- ASSIGNMENT: The lines to find are those in the entries that hold the word "encode"; copy every one of them.

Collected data

class Board:
    def __init__(self, store):
        self.store = store
        store.boots = (store.boots + 1) % 65536
        self.us = 0
        self.angle = self.speed = 0.0            # the motor
        self.volts = 0.0
        self.window = [0] * (WIN + 1)
        self.moved = 0
        self.out, self.sent = bytearray(), 0.0
        self.line, self.long, self.grumbled = bytearray(), False, -10**9
        self.state, self.trip, self.cuts = OFF, 0, 0
        self.nonce, self.token, self.k = None, None, 0
        self.beat_at = self.drive_at = 0
        self.log, self.stops = [], 0
        self.last = None
        self.gains, self.gains_staged = list(store.gains), list(store.gains)
        hard = {"vmax": VMAX, "wmax": WMAX, "stall": 1, "wrong": 0.5, "nocnt": 1, "run": 10, "beat": BEAT_MAX / 1000}
        self.limits = [bits(hard.get(n, 0)) for n in LIMITS]
        self.limits_staged, self.limits_used = list(self.limits), False
        self.every = self.wait = self.seq = self.since_v = 0
        self.mean = []
        self.target = self.integral = 0.0
        self.out += b"\n"
        self.say("ev boot %d power" % store.boots)

    # ---- lines ----

    def say(self, body):
        b = body.encode()
        self.out += b + b";%04X\n" % crc(b)

    def receive(self, byte):
        if byte == 0x18:
            self.cut()
            self.line, self.long = bytearray(), False
        elif byte == 0x0A:
            line, long = bytes(self.line), self.long
            self.line, self.long = bytearray(), False
            if line.endswith(b"\r"):
                line = line[:-1]
            if long:
                self.grumble(2)
            elif line:
                self.take(line)
        elif len(self.line) < 127 or byte == 0x0D:
            self.line.append(byte)
        else:
            self.long = True

    def grumble(self, code):
        if self.us - self.grumbled >= 10000:
            self.grumbled = self.us
            self.say("no 0 %d %s" % (code, WORDS[code]))

    def take(self, line):
        if line == b"id":
            return self.identity(0)
        if line == b"tel":
            return self.sample("t")
        if line == b"stop":
            return self.cut()
        body, tail = line[:-5], line[-5:]
        if any(c < 0x20 or c > 0x7E for c in line) or tail[:1] != b";" or digits(tail[1:].decode(), 4) != crc(body):
            return self.grumble(1)
        words = body.decode().split(" ")
        n = integer(words[1], 65535) if len(words) > 1 else None
        if n is None or n < 0:
            return
        if words[0] in ("dv", "ds", "hb"):
            return self.motion(words[0], n, words[2:])
        if n == 0:
            return
        if self.last and self.last[0] == (n, tail):
            self.out += self.last[1]
            return
        start = len(self.out)
        try:
            answer = self.answer(words[0], n, words[2:])
            if answer is not None:
                self.say(("ok %d %s" % (n, answer)).strip())
        except No as no:
            self.say("no %d %d %s" % (n, no.args[0], WORDS[no.args[0]]))
        self.last = ((n, tail), bytes(self.out[start:]))

    # ---- stopping ----

    def cut(self):
        self.halt(1, self.us)
        self.cuts = (self.cuts + 1) % 65536
        self.say("cut %d %d" % (self.cuts, self.us % 2**32))

    def halt(self, cause, seen):
        self.volts, self.nonce, self.token = 0.0, None, None
        if self.state in (OFF, TRIPPED):
            return
        self.stops += 1
        self.log.insert(0, (cause, seen, self.beat_at, self.us, round(self.reported() * 1000)))
        del self.log[6:]
        self.state = OFF
        if cause >= 10:
            self.state, self.trip = TRIPPED, cause
        self.say("ev %s %d %d" % ("trip" if cause >= 10 else "off", cause, seen % 2**32))

    # ---- requests ----

    def answer(self, verb, n, args):
        """What stands behind ok; None: the answer has been given."""
        if verb in ("id", "tel", "stop", "in", "cap", "ramp", "dis"):
            return self.plain(verb, n, args)
        if verb not in ("nonce", "arm", "reset", "lim", "gain", "log", "rate"):
            raise No(3)
        return getattr(self, "do_" + verb)(args)

    def want(self, args, n):
        if len(args) != n:
            raise No(4)

    def plain(self, verb, n, args):
        """The requests without arguments that have no page of their own."""
        if verb in ("cap", "ramp"):
            raise No(13)
        self.want(args, 0)
        if verb == "id":
            return self.identity(n)
        if verb == "tel":
            self.sample("t")
        if verb == "stop":
            self.cut()
        if verb == "dis":
            self.halt(3, self.us)
        return "0000" if verb == "in" else ""

    def do_nonce(self, args):
        self.want(args, 0)
        self.store.seed = (self.store.seed * 1664525 + 1013904223) % 2**32   # runs on over restarts, never twice
        self.nonce = (self.store.seed, self.us)
        return "%08X" % self.store.seed

    def do_arm(self, args):
        nonce, self.nonce = self.nonce, None
        self.want(args, 2)
        number, limits = digits(args[0], 8), digits(args[1], 4)
        if number is None or limits is None:
            raise No(4)
        if self.state == TRIPPED:
            raise No(12)
        if self.state != OFF:
            raise No(5)
        if nonce is None or nonce[0] != number or self.us - nonce[1] > 2000000:
            raise No(6)
        if not self.limits_used or limits != set_crc(self.limits):
            raise No(16)
        if not self.rests():
            raise No(10)
        self.token = (number >> 8) & 0xFFFF
        self.state, self.k = ARMED, 0
        self.beat_at = self.drive_at = self.us
        return "%04X" % self.token

    def do_reset(self, args):
        self.want(args, 0)
        if self.state not in (OFF, TRIPPED):
            raise No(5)
        if not self.rests():
            raise No(10)
        self.state, self.trip = OFF, 0
        return ""

    def slot(self, args, i, names):
        s = integer(args[i], len(names) - 1)
        if s is None or s < 0:
            raise No(4)
        return s

    def do_lim(self, args):
        what = args[0] if args else ""
        self.want(args, {"crc": 1, "get": 2, "set": 3, "use": 2}.get(what, -1))
        s = self.slot(args, 1, LIMITS) if what in ("get", "set") else 0
        if what == "crc":
            return "%04X %d" % (set_crc(self.limits), len(LIMITS))
        if what == "get":
            return "%d %s %08X" % (s, LIMITS[s], self.limits[s])
        b = digits(args[-1], 8 if what == "set" else 4)
        if b is None:
            raise No(4)
        if self.state != OFF:
            raise No(5)
        if what == "set":
            self.limits_staged[s] = self.checked(LIMITS[s], b)
            return str(s)
        if b != set_crc(self.limits_staged):
            raise No(14)
        self.limits, self.limits_used = list(self.limits_staged), True
        return ""

    def checked(self, name, b):
        if not math.isfinite(value(b)) or b >= 0x80000000 or b == 0 and name not in ZERO_OK:
            raise No(4)
        top = {"vmax": VMAX, "wmax": WMAX, "beat": BEAT_MAX / 1000}.get(name)
        if top and b > bits(top) or name == "beat" and b < bits(BEAT_MIN / 1000):
            raise No(8)
        return b

    def do_gain(self, args):
        what = args[0] if args else ""
        self.want(args, {"get": 3, "crc": 2, "set": 3, "use": 2, "store": 2}.get(what, -1))
        if what in ("get", "crc"):
            row = {"run": self.gains, "store": self.store.gains}.get(args[1])
            if row is None:
                raise No(4)
            if what == "crc":
                return "%04X %d" % (set_crc(row), len(GAINS))
            s = self.slot(args, 2, GAINS)
            return "%d %s %08X" % (s, GAINS[s], row[s])
        s = self.slot(args, 1, GAINS) if what == "set" else 0
        b = digits(args[-1], 8 if what == "set" else 4)
        if b is None or what == "set" and not math.isfinite(value(b)):
            raise No(4)
        if self.state != OFF:
            raise No(5)
        if not self.rests():
            raise No(10)
        if what == "set":
            self.gains_staged[s] = b
            return str(s)
        if b != set_crc(self.gains_staged if what == "use" else self.gains):
            raise No(14)
        if what == "use":
            self.gains = list(self.gains_staged)
            return ""
        self.store.gains = list(self.gains)
        self.store.writes += 1
        return "%04X %d" % (b, self.store.writes)

    def do_log(self, args):
        self.want(args, 1)
        i = integer(args[0])
        if i is None or not 0 <= i < len(self.log):
            raise No(4)
        cause, seen, beat, off, speed = self.log[i]
        return "%d %d %d %d %d %d %d" % (i, self.stops, cause, seen % 2**32, beat % 2**32, off % 2**32, speed)

    def do_rate(self, args):
        self.want(args, 3)
        hz = integer(args[0])
        if hz is None or hz < 0 or args[1] not in ("d", "x") or args[2] not in ("t", "tu"):
            raise No(4)
        if hz == 0:
            self.every = 0
            return "0"
        every = max(1, math.ceil(1e6 / LOOP / hz - 1e-9))
        real = 1e6 / LOOP / every
        lines = real * len(args[2])
        load = lines * 64 if args[1] == "d" else (lines + min(real, 5)) * 24
        if load > 0.7 * BAUD / 10:
            raise No(9)
        self.every, self.wait, self.form, self.extra = every, every, args[1], args[2] == "tu"
        self.mean, self.since_v = [], 10**9
        return str(round(real))

    def identity(self, n):
        def f(x):
            return "%08X" % bits(x)
        lines = ["proto 1.0", "fw stranger 1", "board py-1", "boot %d power" % self.store.boots, "baud %d" % BAUD,
                 "loop %d" % LOOP, "delay 0", "win %d" % WIN, "law pi", "form parallel", "deriv measurement",
                 "disc backward-euler", "windup clamp", "num float", "gains " + " ".join(GAINS),
                 "limits " + " ".join(LIMITS[:5]), "limits " + " ".join(LIMITS[5:]), "input V", "bus nominal " + f(VMAX),
                 "quad 4", "off coast", "enc %s motor %s" % (f(CPT), f(1)),
                 "scale %s %s %s %s" % (f(W_LSB), f(V_LSB), f(0), f(0)), "max %s %s %s" % (f(VMAX), f(WMAX), f(0)),
                 "beat %d %d" % (BEAT_MIN, BEAT_MAX)]
        for line in lines:
            self.say("id " + line)
        self.say("ok %d %d" % (n, len(lines)))

    # ---- driving ----

    def motion(self, verb, k, args):
        if self.state not in (ARMED, DRIVING, LOOPING) or len(args) != (1 if verb == "hb" else 2):
            return
        if digits(args[0], 4) != self.token or not 0 < (k - self.k) % 65536 < 32768:
            return
        v = integer(args[1]) if verb != "hb" else 0
        wanted = {"dv": DRIVING, "ds": LOOPING, "hb": self.state}[verb]
        if v is None or self.state not in (ARMED, wanted):
            return
        self.k, self.beat_at = k, self.us
        if verb == "hb":
            return
        self.drive_at = self.us
        if abs(v / 1000) > self.limit("vmax" if verb == "dv" else "wmax"):
            return self.halt(12 if verb == "dv" else 11, self.us)
        if self.state == ARMED:
            self.run_at, self.run_angle, self.integral, self.state = self.us, self.angle, 0.0, wanted
        self.target = v / 1000

    def reported(self):
        return (self.window[-1] - self.window[0]) * 2 * math.pi / CPT / (WIN * LOOP * 1e-6)

    def rests(self):
        return self.us - self.moved > 100000

    def limit(self, name):
        return value(self.limits[LIMITS.index(name)])

    def judge(self):
        w = self.reported()
        if self.us - self.beat_at > self.limit("beat") * 1e6:
            return 10
        if self.state == ARMED:
            return 3 if self.us - self.drive_at > 60000000 else 0
        if abs(w) > self.limit("wmax"):
            return 11
        if self.limit("turns") and abs(self.angle - self.run_angle) / 2 / math.pi > self.limit("turns"):
            return 17
        if self.limit("vbreak") and abs(self.volts) > self.limit("vbreak") and self.us - self.moved > self.limit("stall") * 1e6:
            return 18
        if self.us - self.run_at > self.limit("run") * 1e6:
            return 23
        return 3 if self.us - self.drive_at > 60000000 else 0

    def loop(self):
        self.speed += (50.0 * self.volts - self.speed) * LOOP * 1e-6 / 0.08
        self.speed -= math.copysign(min(abs(self.speed), 40.0 * LOOP * 1e-6 / 0.08), self.speed)
        self.angle += self.speed * LOOP * 1e-6
        self.mean.append(self.volts)
        count = math.floor(self.angle / 2 / math.pi * CPT)
        if count != self.window[-1]:
            self.moved = self.us
        self.window = self.window[1:] + [count]
        if self.state in (ARMED, DRIVING, LOOPING):
            cause = self.judge()
            if cause:
                self.halt(cause, self.us)
        if self.state == DRIVING:
            self.volts = self.target
        if self.state == LOOPING:
            kp, ki, b = (value(x) for x in self.gains)
            top, e = min(VMAX, self.limit("vmax")), self.target - self.reported()
            self.integral = max(-top, min(top, self.integral + ki * e * LOOP * 1e-6))
            self.volts = max(-top, min(top, kp * (b * self.target - self.reported()) + self.integral))
        if self.every:
            self.wait -= 1
            if self.wait <= 0:
                self.wait = self.every
                self.sample(self.form)

    def sample(self, form):
        """One sample: form t for tel, d decimal, x hex."""
        self.seq = (self.seq + 1) % 256
        volts = sum(self.mean) / len(self.mean) if self.mean else self.volts
        self.mean = []
        flags, clock = self.state | (16 if self.trip else 0), self.us % 2**24
        counts = self.window[-1] % 65536
        goal = self.target if self.state == LOOPING else 0.0

        def fixed(text):
            self.out += text.encode() + b"%04X\n" % crc(text.encode())
        if form != "x":
            if form == "d" and self.extra:
                self.say("u %d 0 0 %d %d" % (self.seq, round(goal * 1000), counts))
            self.say("t %d %d %s %d %d %02X" % (self.seq, clock, STATES[self.state], round(self.reported() * 1000), round(volts * 1000), flags))
            return
        if self.extra:
            fixed("U%02X00000000%04X%04X" % (self.seq, round(goal / W_LSB) % 65536, counts))
        self.since_v += self.every * LOOP
        if self.since_v >= 200000:
            self.since_v = 0
            fixed("V%02X80000000%02XFF%04X" % (self.seq, self.trip, self.store.boots))
        fixed("T%02X%06X%02X%04X%04X" % (self.seq, clock, flags, round(self.reported() / W_LSB) % 65536, round(volts / V_LSB) % 65536))

    def pass_time(self, us):
        """Lets time pass and returns what the line carried in it."""
        end = self.us + us
        while self.us // LOOP < end // LOOP:
            self.us = (self.us // LOOP + 1) * LOOP
            self.loop()
        self.us = end
        self.sent = min(self.sent + us * BAUD / 1e7, len(self.out))
        n = int(self.sent)
        sent, self.out = bytes(self.out[:n]), self.out[n:]
        self.sent -= n
        return sent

- FINISHED EXERCISE:
        b = body.encode()
            self.out += text.encode() + b"%04X\n" % crc(text.encode())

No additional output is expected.